Do amputee sprinters using running prostheses, or blades, have a competitive advantage?

The world’s fastest 400-meter sprinter, Blake Leeper, was ruled ineligible to compete in the Tokyo Olympics due to having an assumed advantage, but a new study with the most comprehensive set of data ever collected from elite runners with bilateral leg amputations compared performance data from Leeper, South African “blade runner” Oscar Pistorius and other bilateral amputee sprinters with those of the best non-amputee sprinters in the world across five performance metrics and found no advantage.

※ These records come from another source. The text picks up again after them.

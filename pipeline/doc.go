// Package pipeline composes tabprep steps, fits them on train rows only,
// applies the fitted result to any rows, and saves and loads it as a state
// document.
//
// A [Pipeline] is a list of stages made with [Use]. [Pipeline.Fit] refuses a
// frame that holds holdout rows, then fits step i on the train rows as
// transformed by steps 0 to i−1, and returns a [Fitted] pipeline. A Fitted
// pipeline is immutable and safe for concurrent use by many goroutines.
//
// The package imports the built-in step packages, so [Load] can rebuild any
// built-in step without blank imports.
package pipeline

For the study, Leeper, who was born without legs, visited  Alena Grabowski, associate professor of integrative physiology at CU Boulder at the Applied Biomechanics Lab for a series of tests in 2018. That summer, he had sprinted the 400-meter in 44.42 seconds, breaking the record of Pistorius, the first below-the-knee amputee to compete against able-bodied runners at the Olympic games. After Pistorius’ history-making run in 2012, the International Association of Athletics Federations (now World Athletics) ruled that, going forward, athletes using “mechanical aids” must provide evidence that their blades do not give them a competitive edge.

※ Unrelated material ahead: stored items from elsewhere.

package pipeline

import (
	"encoding/json"
	"math"
	"reflect"
	"strings"

	"github.com/tabprep/tabprep"
)

const bindOp = "pipeline.plan"

// FromMap fills dst, which must have [Plan.InputWidth] cells, from a map of
// input column name to value, as a decoded JSON request gives. Numeric
// columns take any Go number or json.Number; categorical columns take a
// string; nil or an absent key is a missing cell. A key that is not an input
// column, or a value of the wrong type, is an error naming the field.
//
// FromMap is a convenience for the edge of a service: it looks names up in a
// map, which [Plan.Apply] itself never does.
func (p *Plan) FromMap(dst []tabprep.Cell, m map[string]any) error {
	if len(dst) != len(p.in.Columns) {
		return tabprep.Errorf(bindOp, tabprep.ErrLength, "", "%d cells for %d input columns", len(dst), len(p.in.Columns))
	}
	for k := range m {
		if _, ok := p.fields[k]; !ok {
			return tabprep.Errorf(bindOp, tabprep.ErrNoColumn, k, "not an input column; the input columns are %s", strings.Join(p.in.Names(), ", "))
		}
	}
	for i, c := range p.in.Columns {
		cell, err := toCell(c, m[c.Name])
		if err != nil {
			return err
		}
		dst[i] = cell
	}
	return nil
}

func toCell(c tabprep.Field, v any) (tabprep.Cell, error) {
	if v == nil {
		return missingCell(c.Kind), nil
	}
	if c.Kind == tabprep.Categorical {
		s, ok := v.(string)
		if !ok {
			return tabprep.Cell{}, tabprep.Errorf(bindOp, tabprep.ErrKind, c.Name, "got %T, want a string (the column is categorical)", v)
		}
		return tabprep.Cell{Str: s}, nil
	}
	var x float64
	switch n := v.(type) {
	case float64:
		x = n
	case float32:
		x = float64(n)
	case int:
		x = float64(n)
	case int8:
		x = float64(n)
	case int16:
		x = float64(n)
	case int32:
		x = float64(n)
	case int64:
		x = float64(n)
	case uint:
		x = float64(n)
	case uint8:
		x = float64(n)
	case uint16:
		x = float64(n)
	case uint32:
		x = float64(n)
	case uint64:
		x = float64(n)
	case json.Number:
		f, err := n.Float64()
		if err != nil {
			return tabprep.Cell{}, tabprep.Errorf(bindOp, tabprep.ErrValue, c.Name, "%q is not a number", string(n))
		}
		x = f
	default:
		return tabprep.Cell{}, tabprep.Errorf(bindOp, tabprep.ErrKind, c.Name, "got %T, want a number (the column is numeric)", v)
	}
	if math.IsInf(x, 0) {
		return tabprep.Cell{}, tabprep.Errorf(bindOp, tabprep.ErrValue, c.Name, "%v is not finite", x)
	}
	return tabprep.Cell{Num: x}, nil
}

func missingCell(k tabprep.Kind) tabprep.Cell {
	if k == tabprep.Numeric {
		return tabprep.Cell{Num: math.NaN()}
	}
	return tabprep.Cell{Code: tabprep.MissingCode}
}

// FromStruct fills dst from a struct (or pointer to one) whose fields carry
// the input columns: a field named by its tag `tabprep:"name"`, or else by
// its Go name, matches the column of that name. Numeric columns take number
// fields (a nil pointer field is missing), categorical columns string
// fields. Every input column must have a field. The field layout of each
// struct type is worked out once and cached.
func (p *Plan) FromStruct(dst []tabprep.Cell, v any) error {
	if len(dst) != len(p.in.Columns) {
		return tabprep.Errorf(bindOp, tabprep.ErrLength, "", "%d cells for %d input columns", len(dst), len(p.in.Columns))
	}
	rv := reflect.ValueOf(v)
	for rv.Kind() == reflect.Pointer && !rv.IsNil() {
		rv = rv.Elem()
	}
	if rv.Kind() != reflect.Struct {
		return tabprep.Errorf(bindOp, tabprep.ErrKind, "", "FromStruct takes a struct, got %T", v)
	}
	idx, err := p.fieldIndex(rv.Type())
	if err != nil {
		return err
	}
	for i, c := range p.in.Columns {
		f := rv.Field(idx[i])
		for f.Kind() == reflect.Pointer {
			if f.IsNil() {
				break
			}
			f = f.Elem()
		}
		var val any
		if !(f.Kind() == reflect.Pointer && f.IsNil()) {
			val = f.Interface()
		}
		cell, err := toCell(c, val)
		if err != nil {
			return err
		}
		dst[i] = cell
	}
	return nil
}

func (p *Plan) fieldIndex(t reflect.Type) ([]int, error) {
	if idx, ok := p.structs.Load(t); ok {
		return idx.([]int), nil
	}
	byName := map[string]int{}
	for i := 0; i < t.NumField(); i++ {
		f := t.Field(i)
		if !f.IsExported() {
			continue
		}
		name := f.Name
		if tag, ok := f.Tag.Lookup("tabprep"); ok && tag != "" {
			name = tag
		}
		byName[name] = i
	}
	idx := make([]int, len(p.in.Columns))
	for i, c := range p.in.Columns {
		j, ok := byName[c.Name]
		if !ok {
			return nil, tabprep.Errorf(bindOp, tabprep.ErrNoColumn, c.Name, "struct %v has no field for this input column; add one, tagged `tabprep:%q` if its Go name differs", t, c.Name)
		}
		idx[i] = j
	}
	p.structs.Store(t, idx)
	return idx, nil
}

Blake Leeper, paralympic medalist and double amputee, gets tested and trains with Alena Grabowski, associate professor of integrative physiology at CU Boulder, over the course of several days in August 2018. Photos by Glenn Asakawa/CU Boulder.

So Leeper enlisted Grabowski, an expert in running prostheses biomechanics who had collected similar data on Pistorius years earlier. On the treadmill and track, researchers measured Leeper’s acceleration out of the starting blocks, maximum speed along straight-aways and around curves, velocity at aerobic capacity and sprint endurance (all-out effort). They took the top metrics from all available data from elite bilateral amputees and compared them to the top metrics from non-amputees.

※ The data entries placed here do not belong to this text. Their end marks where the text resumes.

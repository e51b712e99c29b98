package pipeline

import (
	"fmt"

	"github.com/tabprep/tabprep"
	"github.com/tabprep/tabprep/state"
)

// Stage is one step of a pipeline before fitting. Make one with [Use].
type Stage interface {
	// Kind returns the step kind.
	Kind() string
	// fit learns the step's parameters from train and returns the fitted
	// step and train transformed as the next stage must see it.
	fit(train *tabprep.Frame) (state.Fitted, *tabprep.Frame, error)
}

// stage adapts a tabprep.Step of any parameter type to Stage.
type stage[S tabprep.Step[P], P any] struct{ step S }

// Use wraps a step as a pipeline stage. The parameter type is inferred from
// the step's methods: pipeline.Use(scale.ZScore{}) needs no type argument.
func Use[S tabprep.Step[P], P any](s S) Stage { return stage[S, P]{step: s} }

func (s stage[S, P]) Kind() string { return s.step.Kind() }

func (s stage[S, P]) fit(train *tabprep.Frame) (state.Fitted, *tabprep.Frame, error) {
	if oof, ok := any(s.step).(tabprep.OutOfFold[P]); ok {
		p, out, err := oof.FitOutOfFold(train)
		if err != nil {
			return nil, nil, err
		}
		return state.Bind(s.step, p), out, nil
	}
	p, err := s.step.Fit(train)
	if err != nil {
		return nil, nil, err
	}
	out, err := s.step.Transform(p, train)
	if err != nil {
		return nil, nil, err
	}
	return state.Bind(s.step, p), out, nil
}

// Pipeline is an ordered list of stages, not yet fitted.
type Pipeline struct {
	stages []Stage
}

// New returns a pipeline of the given stages, applied in order. It panics if
// a stage is nil.
func New(stages ...Stage) *Pipeline {
	for i, s := range stages {
		if s == nil {
			panic(fmt.Sprintf("pipeline: stage %d is nil", i))
		}
	}
	return &Pipeline{stages: append([]Stage(nil), stages...)}
}

// Fit fits every stage in order on train, which must hold train rows only:
// a frame with holdout rows is refused with an error wrapping
// [tabprep.ErrHoldout]. Step i is fitted on the output of steps 0 to i−1;
// a step with out-of-fold values for its training rows (such as target
// encoding) passes those values on, not its in-fold transform.
func (p *Pipeline) Fit(train *tabprep.Frame) (*Fitted, error) {
	if err := tabprep.RequireTrain("pipeline.fit", train); err != nil {
		return nil, err
	}
	f := &Fitted{
		input:    train.Schema(),
		steps:    make([]state.Fitted, len(p.stages)),
		training: state.FingerprintOf(train),
	}
	cur := train
	for i, s := range p.stages {
		fs, out, err := s.fit(cur)
		if err != nil {
			return nil, fmt.Errorf("pipeline: fitting step %d (%s): %w", i, s.Kind(), err)
		}
		f.steps[i] = fs
		cur = out
	}
	f.output = cur.Schema()
	return f, nil
}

Instead of having an advantage, athletes using prostheses were 40% slower out of the starting blocks, had 19% slower velocity at aerobic capacity and were 1 to 3% slower around curves compared to non-amputees.

The authors presented preliminary results to the Court of Arbitration for Sport in 2020 but the court ruled that Leeper could not participate in World Athletics-sanctioned events, including the Olympics, because his prostheses made him too tall.

 “A lot of assumptions have been made about running prostheses and performance with no data to support them,” said senior author Grabowski. “With this study, we show that the use of running prostheses provides no competitive advantage over 400 meters compared to biological legs.”